По словам Елизаветы, органы опеки не вмешивались в решения Савелия: когда по телефону он спрашивал у сотрудников, можно ли ему забрать ключи от квартиры, в которой он жил со своей семьей и которая находится в соцнайме, они выражали готовность их вернуть, но только если у юноши будет на руках решение суда. А решение суда ни Елизавета, ни сотрудники детского дома никак не могли получить: в суде отказывали под разными предлогами — копию удалось забрать только накануне перевода Савелия в ПНИ.

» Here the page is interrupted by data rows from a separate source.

def _estimate_columns(sim: MarketSimulation, pairs: np.ndarray, control_variate: bool):
    """Means and standard errors of the columns of ``pairs`` (one row per path pair).

    With ``control_variate``, each column ``Y`` is replaced by
    ``Y - beta (C - E[C])`` where ``C`` is the pair mean of ``e^{-rT} S_T``,
    ``E[C] = S_0 e^{-qT}`` and ``beta = cov(Y, C) / var(C)`` (estimated on the
    same pairs; its bias is of order 1/pairs).
    """
    n = pairs.shape[0]
    centred = pairs - pairs.mean(axis=0)
    means = pairs.mean(axis=0)
    if control_variate:
        dev, offset = _control(sim)
        var = float(dev @ dev)
        if var > 0:
            beta = (dev @ centred) / var
            means = means - beta * offset
            centred = centred - np.outer(dev, beta)
    if n < 2:
        return means, np.full(means.shape, np.nan)
    errors = np.sqrt((centred * centred).sum(axis=0) / (n - 1) / n)
    return means, errors


def _control(sim: MarketSimulation):
    """Centred pair means of ``e^{-rT} S_T`` and their mean's excess over ``S_0 e^{-qT}`` (cached)."""
    key = ("control",)
    if key not in sim.cache:
        c = np.exp(-sim.rate * sim.term) * sim.end_price[:, 0].astype(float)
        c = c.reshape(-1, 2).mean(axis=1)
        known = sim.share_price[0] * np.exp(-sim.dividend_yield[0] * sim.term)
        sim.cache[key] = (c - c.mean(), c.mean() - known)
    return sim.cache[key]


def derived_service_period(sim: MarketSimulation, hurdle: float) -> ServicePeriod:
    """Median time to first meet a share-price hurdle, among paths that meet it.

    For an award whose market condition can be met at any time and that has
    no explicit service period, the derived service period is the median of
    the times at which the condition is first met, on the paths on which it is
    met (ASC 718-10-55-71, from memory; see docs/market-conditions.md).

    Parameters
    ----------
    sim : MarketSimulation
        A simulation with ``daily=True`` whose ``hurdles`` include ``hurdle``.
    hurdle : float
        The company share price (its ``averaging_days``-day average) to reach.

    Returns
    -------
    ServicePeriod
    """
    where = np.flatnonzero(np.isclose(sim.hurdles, hurdle, rtol=1e-12, atol=0))
    if where.size == 0:
        raise InputError(
            f"hurdle {hurdle!r} was not recorded; pass it in simulate_market(..., hurdles=[...], daily=True)"
        )
    days = sim.hit_day[:, where[0]]
    hit = np.sort(days[days <= sim.days]).astype(float)
    n = hit.size
    if n == 0:
        return ServicePeriod(float("nan"), float("nan"), 0.0)
    median = float(np.median(hit)) / TRADING_DAYS
    half = 0.5 * np.sqrt(n)  # +-1 standard deviation of a binomial(n, 1/2) rank
    lo = hit[max(0, int(np.floor(n / 2 - half)))]
    hi = hit[min(n - 1, int(np.ceil(n / 2 + half)))]
    return ServicePeriod(median, float(hi - lo) / 2 / TRADING_DAYS, n / sim.paths)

«Думаю, если бы решение суда было на руках у Савелия в тот момент, когда принималось решение о том, как ему жить, он бы мог просто получить ключи от квартиры — и сейчас у него было бы больше уверенности в своих силах», — говорит Елизавета.
Так или иначе, в феврале 2023 года Савелий Маничев был направлен в ПНИ № 7 Петербурга. Адаптация в интернате далась Савелию тяжело и, кажется, не завершилась до сих пор, хотя он очень старается. Сейчас Савелий работает здесь дворником, рисует на заказ — приобрел мольберт на заработанные средства. Смотрит фильмы, слушает любимую музыку, регулярно пишет о себе в сетевом дневнике и старается собраться с силами для следующего этапа.
Савелий сможет, когда будет готов, жить самостоятельно в той квартире, в которой жил с мамой и братом, а позже — с братом и отцом. Он принимает решения в своем темпе, этот темп не должен и не может быть похож на тот темп, которого ждут от среднестатистического юноши 19 лет, который рос в полной семье, учился в школе и примерно знал, какая траектория жизни его может ждать.
«Сейчас у меня спад, не лучшее время. ПНИ — очень большое учреждение, здесь много людей с разными особенностями. У меня есть шанс отсюда перебраться в свою квартиру, но пока меня пугает такая возможность. При этом я понимаю: если затяну, останусь в интернате навсегда, а не хотелось бы».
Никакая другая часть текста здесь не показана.